Indiana University Health said Thursday that it plans to achieve national average commercial pricing by Jan. 1, 2025—almost a year earlier than the date it announced as a goal a few months ago.

The largest hospital system in Indiana, IU Health has come under heavy criticism from the public and lawmakers for high prices and robust profit margins, even as it’s sitting on nearly $9 billion in cash and investments. In December, it announced a price freeze through Dec. 31, 2025, for all commercial payers—the insurance companies that offer health plans, chiefly through employers.

That “pricing and affordability plan” was designed to get the system’s prices more in line with the national average and save patients and employers more than $1 billion over five years, IU Health said. At the time of the announcement in December, the health system said it had started freezing prices earlier in 2021.

On Thursday, in a public letter addressed to Indiana Senate Pro Temp Rod Bray, R-Martinsville, and House Speaker Todd Huston, R-Fishers, IU Health said savings from the plan had already “exceeded expectations.”

Bray and Huston, Indiana’s top legislative leaders, in January publicly called on IU Health and several other Indiana hospital systems to lower the “out-of-control costs” of health care
. The lawmakers told the systems to submit a plan by April 1 that would explain how they would lower Indiana’s hospital prices to the national average or lower by 2025.

“Absent a viable plan, we will be left with no choice but to pursue legislation to statutorily reduce prices,” the letter said.

In its six-page response, turned in one day before the April 1 deadline, IU Health said it was taking “a proactive and fiscally responsible approach to addressing patient care costs that consists of three primary elements: (1) Affordability; (2) Value-based health care; and (3) Public health investment.”

“This plan takes into account the immediate need to address the cost of health care but also focuses on sustainable long-term strategies,” IU Health said.

The hospital system said it was confident that it would meet demands of lawmakers despite economic uncertainty.

“We do not enter into this commitment lightly,” it said. “IU Health has sustained operating losses in the first two months of 2022. We will soon report that our first quarter results were dramatically impacted by higher than projected labor costs due to the premium pay required to retain critical clinical professionals to care for extraordinary patient volumes and unfavorable revenue due to the cancellation of non-urgent surgeries and procedures during the COVID-19 surges.”

IU also emphasized the role of public health in health care costs and called on lawmakers to spend more on public health. It pointed to a recent study that ranked Indiana 47th among states in per-person public health funding.

“We would be remiss not to draw attention to the fact that Indiana’s woeful investment in public health relative to national benchmarks only exacerbates the cost of care when the population seeking care is in poorer health than the rest of the nation,” IU Health said.

The hospital system said Indiana needs to spend more to improve its “abysmal public health metrics.”

“You have asked us directly ‘What can the state do to help reduce the cost of care in Indiana?’ We would request that you bring Indiana’s public health care spending to the national averages as we are doing with our prices,” the letter said.

One major area where Indiana could improve public health rates is to reduce smoking rates, IU Health said, but state lawmakers have failed to increase cigarette taxes in a meaningful way over several budget cycles, despite the urging of hospitals and health care advocates.

IU Health said it believed its recent investments into community health would play a role in lowering the overall cost of care.
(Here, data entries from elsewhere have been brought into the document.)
import { paths } from '../../schemas/paths';
import type { CustomerSites } from '../../schemas/api/customer';
import { Notice } from '../../components/ui/Notice';
import { Sheet } from '../../components/ui/Sheet';
import { customerWords } from '../../words/customer-sentences';
import { roofList } from '../../words/customer';

const NO_DAY = { energy: null, clearEnergyUntilNow: 0 };

/** Each roof with its heading; the page behind it says the rest. */
export function RoofList({ sites, organisation }: { sites: CustomerSites; organisation: string }) {
  if (sites.length === 0)
    return (
      <Notice kind="empty" title={roofList.noRoofYet}>
        {roofList.askForAccess(organisation)}
      </Notice>
    );
  return (
    <ul className="grid gap-4">
      {sites.map((site) => {
        const words = customerWords(site.now, NO_DAY, site.timeZone, { organisation });
        return (
          <li key={site.id}>
            <Sheet>
              <h2 className="text-lg">
                <a className="link inline-flex min-h-[44px] items-center" href={paths.customer(site.id)}>
                  {site.name}
                </a>
              </h2>
              <p className="text-[17px] leading-6">{words.heading}</p>
              {site.place && <p className="mt-1 text-ink-2">{site.place}</p>}
            </Sheet>
          </li>
        );
      })}
    </ul>
  );
}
As previously reported, those investments announced over the past two months include:

a $416 million donation to the Indiana University School of Medicine;
• $500 million for health-related community development in the neighborhoods surrounding the downtown Indianapolis campus;
• $400 million to support unspecified innovation “advancing the strategic health care priorities of IU Health and its key partners;”
• $100 million for the system’s Community Impact Investment Fund.

“We believe it’s important to note that there is no simple explanation or solution for America’s and Indiana’s high health care costs,” IU Health said. “Proposals aimed solely or primarily at one segment of the health care system are unproductive and will not yield the desired results.”

IU Health CEO Dennis Murphy and IU Health Plans President Stephanie Motter, who both signed the letter to lawmakers, said they would meet “one-on-one with business leaders in our IU Health regions (Bloomington, Central Indiana, Muncie and Lafayette regions) to discuss our per unit pricing adjustments so that they can begin to track whether these saving are being seen in their own health benefit plan designs.”

The IU Health system has 16 hospitals and more than 300 outpatient clinics throughout the state.